> DATA IN THIS EXERCISE:
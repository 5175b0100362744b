package ledger

import (
	"context"
	"database/sql"
	"errors"
	"time"

	"lapgate/pipeline"
)

// Registration is how a showing of a unit lies to the one before it, which of that one's
// defects are still there, and what the unit's first showing is worth by those alone.
type Registration struct {
	Previous        int64            `json:"-"`                // the inspection just before
	Against         int64            `json:"against"`          // the one it was held against: the latest complete one before
	PreviousAttempt int              `json:"previous_attempt"` // of Against
	Known           bool             `json:"known"`            // false: too little in common; every defect counts as permanent
	RotationDeg     float64          `json:"rotation_deg"`
	ShiftUUM        float64          `json:"shift_u_um"`
	ShiftVUM        float64          `json:"shift_v_um"`
	RMSUM           float64          `json:"rms_um"`
	Pairs           []DefectPair     `json:"pairs"`
	Removable       []int            `json:"removable"` // ids in the showing before: gone or moved
	Arrived         []int            `json:"arrived"`   // ids in this one that were not there before
	Verdict         pipeline.Verdict `json:"-"`         // of the first showing, by its permanent defects alone
	Reasons         []string         `json:"-"`         // of that, each once
	At              time.Time        `json:"-"`         // zero = now
}

// DefectPair is one defect in two showings, by its ids.
type DefectPair struct {
	Previous   int     `json:"previous"`
	This       int     `json:"this"`
	DistanceUM float64 `json:"distance_um"`
}

// PutRegistration keeps the registration of a showing, in place of the one it had.
func (s *Store) PutRegistration(ctx context.Context, id int64, r Registration) error {
	if err := checkVerdict("permanent verdict", r.Verdict); err != nil {
		return err
	}
	body, err := toJSON("registration", r)
	if err != nil {
		return err
	}
	reasons, err := toJSON("reasons", r.Reasons)
	if err != nil {
		return err
	}
	if r.At.IsZero() {
		r.At = s.Now()
	}
	return s.write(ctx, func(tx *sql.Tx) error {
		in, err := scanInspection(tx.QueryRowContext(ctx, `SELECT `+inspectionColumns+` FROM inspections WHERE id = $1`, id))
		if err != nil {
			return orMissing(err, "inspection %d: not on record", id)
		}
		_, err = tx.ExecContext(ctx, `INSERT INTO registrations (inspection_id, previous_id, body, permanent_verdict, permanent_reasons, at_us)
			VALUES ($1, $2, $3, $4, $5, $6) ON CONFLICT (inspection_id) DO UPDATE SET previous_id = excluded.previous_id, body = excluded.body,
			permanent_verdict = excluded.permanent_verdict, permanent_reasons = excluded.permanent_reasons, at_us = excluded.at_us`,
			id, r.Previous, body, string(r.Verdict), reasons, micros(r.At))
		if err != nil {
			return err
		}
		return touch(ctx, tx, in.Identity)
	})
}

// registrationOf returns how a showing lies to the one before; nil = nothing is on record.
func (s *Store) registrationOf(ctx context.Context, id int64) (*Registration, error) {
	var r Registration
	var body, reasons string
	var at int64
	err := s.reader.QueryRowContext(ctx, `SELECT previous_id, body, permanent_verdict, permanent_reasons, at_us FROM registrations WHERE inspection_id = $1`, id).
		Scan(&r.Previous, &body, &r.Verdict, &reasons, &at)
	if errors.Is(err, sql.ErrNoRows) {
		return nil, nil
	}
	if err != nil {
		return nil, err
	}
	r.At = fromMicros(at)
	if err := fromJSON("registration", body, &r); err != nil {
		return nil, err
	}
	return &r, fromJSON("reasons", reasons, &r.Reasons)
}

// previousShowing is the id of the showing before i of the same unit.
const previousShowing = `(SELECT p.id FROM inspections p WHERE p.part = i.part AND p.lot = i.lot AND p.unit = i.unit AND p.surface = i.surface
	AND p.station = i.station AND p.purpose = i.purpose AND p.attempt < i.attempt ORDER BY p.attempt DESC, p.counted_us DESC, p.id DESC LIMIT 1)`

// Unregistered returns the identities of production units some of whose showings have not
// been held against the one before, or against another one than is before it now.
func (s *Store) Unregistered(ctx context.Context) ([]pipeline.Identity, error) {
	var out []pipeline.Identity
	seen := map[stationKey]bool{}
	err := each(ctx, s.reader, func(r *sql.Rows) error {
		in, err := scanInspection(r)
		if key := keyOf(in.Identity); err == nil && !seen[key] {
			seen[key] = true
			out = append(out, in.Identity)
		}
		return err
	}, `SELECT `+inspectionColumns+` FROM (SELECT i.*, `+previousShowing+` AS before_id FROM inspections i WHERE i.attempt > 1 AND i.purpose = $1) a
		LEFT JOIN registrations r ON r.inspection_id = a.id
		WHERE before_id IS NOT NULL AND (r.previous_id IS NULL OR r.previous_id <> before_id) ORDER BY counted_us, id`, string(pipeline.Production))
	return out, s.engine.classify(err)
}

// Attempts returns all showings of one unit's surface at one kind of station with their
// evidence, in order of attempt.
func (s *Store) Attempts(ctx context.Context, id pipeline.Identity) ([]Showing, error) {
	var out []Showing
	err := each(ctx, s.reader, func(r *sql.Rows) error {
		in, err := scanInspection(r)
		out = append(out, Showing{Inspection: in})
		return err
	}, `SELECT `+inspectionColumns+` FROM inspections WHERE `+whereStation+` ORDER BY attempt, counted_us, id`, keyOf(id).args()...)
	for i := range out {
		if err == nil {
			err = s.complete(ctx, &out[i].Inspection)
		}
		if err == nil {
			out[i].Registration, err = s.registrationOf(ctx, out[i].ID)
		}
	}
	return out, s.engine.classify(err)
}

> REQUIRED ACTION: Give back the entries above precisely as they appear.

> ANSWER BOX:
repository 5175b0100362744b
package ledger

import (
	"context"
	"database/sql"
	"errors"
	"time"

	"lapgate/pipeline"
)

// Registration is how a showing of a unit lies to the one before it, which of that one's
// defects are still there, and what the unit's first showing is worth by those alone.
type Registration struct {
	Previous        int64            `json:"-"`                // the inspection just before
	Against         int64            `json:"against"`          // the one it was held against: the latest complete one before
	PreviousAttempt int              `json:"previous_attempt"` // of Against
	Known           bool             `json:"known"`            // false: too little in common; every defect counts as permanent
	RotationDeg     float64          `json:"rotation_deg"`
	ShiftUUM        float64          `json:"shift_u_um"`
	ShiftVUM        float64          `json:"shift_v_um"`
	RMSUM           float64          `json:"rms_um"`
	Pairs           []DefectPair     `json:"pairs"`
	Removable       []int            `json:"removable"` // ids in the showing before: gone or moved
	Arrived         []int            `json:"arrived"`   // ids in this one that were not there before
	Verdict         pipeline.Verdict `json:"-"`         // of the first showing, by its permanent defects alone
	Reasons         []string         `json:"-"`         // of that, each once
	At              time.Time        `json:"-"`         // zero = now
}

// DefectPair is one defect in two showings, by its ids.
type DefectPair struct {
	Previous   int     `json:"previous"`
	This       int     `json:"this"`
	DistanceUM float64 `json:"distance_um"`
}

// PutRegistration keeps the registration of a showing, in place of the one it had.
func (s *Store) PutRegistration(ctx context.Context, id int64, r Registration) error {
	if err := checkVerdict("permanent verdict", r.Verdict); err != nil {
		return err
	}
	body, err := toJSON("registration", r)
	if err != nil {
		return err
	}
	reasons, err := toJSON("reasons", r.Reasons)
	if err != nil {
		return err
	}
	if r.At.IsZero() {
		r.At = s.Now()
	}
	return s.write(ctx, func(tx *sql.Tx) error {
		in, err := scanInspection(tx.QueryRowContext(ctx, `SELECT `+inspectionColumns+` FROM inspections WHERE id = $1`, id))
		if err != nil {
			return orMissing(err, "inspection %d: not on record", id)
		}
		_, err = tx.ExecContext(ctx, `INSERT INTO registrations (inspection_id, previous_id, body, permanent_verdict, permanent_reasons, at_us)
			VALUES ($1, $2, $3, $4, $5, $6) ON CONFLICT (inspection_id) DO UPDATE SET previous_id = excluded.previous_id, body = excluded.body,
			permanent_verdict = excluded.permanent_verdict, permanent_reasons = excluded.permanent_reasons, at_us = excluded.at_us`,
			id, r.Previous, body, string(r.Verdict), reasons, micros(r.At))
		if err != nil {
			return err
		}
		return touch(ctx, tx, in.Identity)
	})
}

// registrationOf returns how a showing lies to the one before; nil = nothing is on record.
func (s *Store) registrationOf(ctx context.Context, id int64) (*Registration, error) {
	var r Registration
	var body, reasons string
	var at int64
	err := s.reader.QueryRowContext(ctx, `SELECT previous_id, body, permanent_verdict, permanent_reasons, at_us FROM registrations WHERE inspection_id = $1`, id).
		Scan(&r.Previous, &body, &r.Verdict, &reasons, &at)
	if errors.Is(err, sql.ErrNoRows) {
		return nil, nil
	}
	if err != nil {
		return nil, err
	}
	r.At = fromMicros(at)
	if err := fromJSON("registration", body, &r); err != nil {
		return nil, err
	}
	return &r, fromJSON("reasons", reasons, &r.Reasons)
}

// previousShowing is the id of the showing before i of the same unit.
const previousShowing = `(SELECT p.id FROM inspections p WHERE p.part = i.part AND p.lot = i.lot AND p.unit = i.unit AND p.surface = i.surface
	AND p.station = i.station AND p.purpose = i.purpose AND p.attempt < i.attempt ORDER BY p.attempt DESC, p.counted_us DESC, p.id DESC LIMIT 1)`

// Unregistered returns the identities of production units some of whose showings have not
// been held against the one before, or against another one than is before it now.
func (s *Store) Unregistered(ctx context.Context) ([]pipeline.Identity, error) {
	var out []pipeline.Identity
	seen := map[stationKey]bool{}
	err := each(ctx, s.reader, func(r *sql.Rows) error {
		in, err := scanInspection(r)
		if key := keyOf(in.Identity); err == nil && !seen[key] {
			seen[key] = true
			out = append(out, in.Identity)
		}
		return err
	}, `SELECT `+inspectionColumns+` FROM (SELECT i.*, `+previousShowing+` AS before_id FROM inspections i WHERE i.attempt > 1 AND i.purpose = $1) a
		LEFT JOIN registrations r ON r.inspection_id = a.id
		WHERE before_id IS NOT NULL AND (r.previous_id IS NULL OR r.previous_id <> before_id) ORDER BY counted_us, id`, string(pipeline.Production))
	return out, s.engine.classify(err)
}

// Attempts returns all showings of one unit's surface at one kind of station with their
// evidence, in order of attempt.
func (s *Store) Attempts(ctx context.Context, id pipeline.Identity) ([]Showing, error) {
	var out []Showing
	err := each(ctx, s.reader, func(r *sql.Rows) error {
		in, err := scanInspection(r)
		out = append(out, Showing{Inspection: in})
		return err
	}, `SELECT `+inspectionColumns+` FROM inspections WHERE `+whereStation+` ORDER BY attempt, counted_us, id`, keyOf(id).args()...)
	for i := range out {
		if err == nil {
			err = s.complete(ctx, &out[i].Inspection)
		}
		if err == nil {
			out[i].Registration, err = s.registrationOf(ctx, out[i].ID)
		}
	}
	return out, s.engine.classify(err)
}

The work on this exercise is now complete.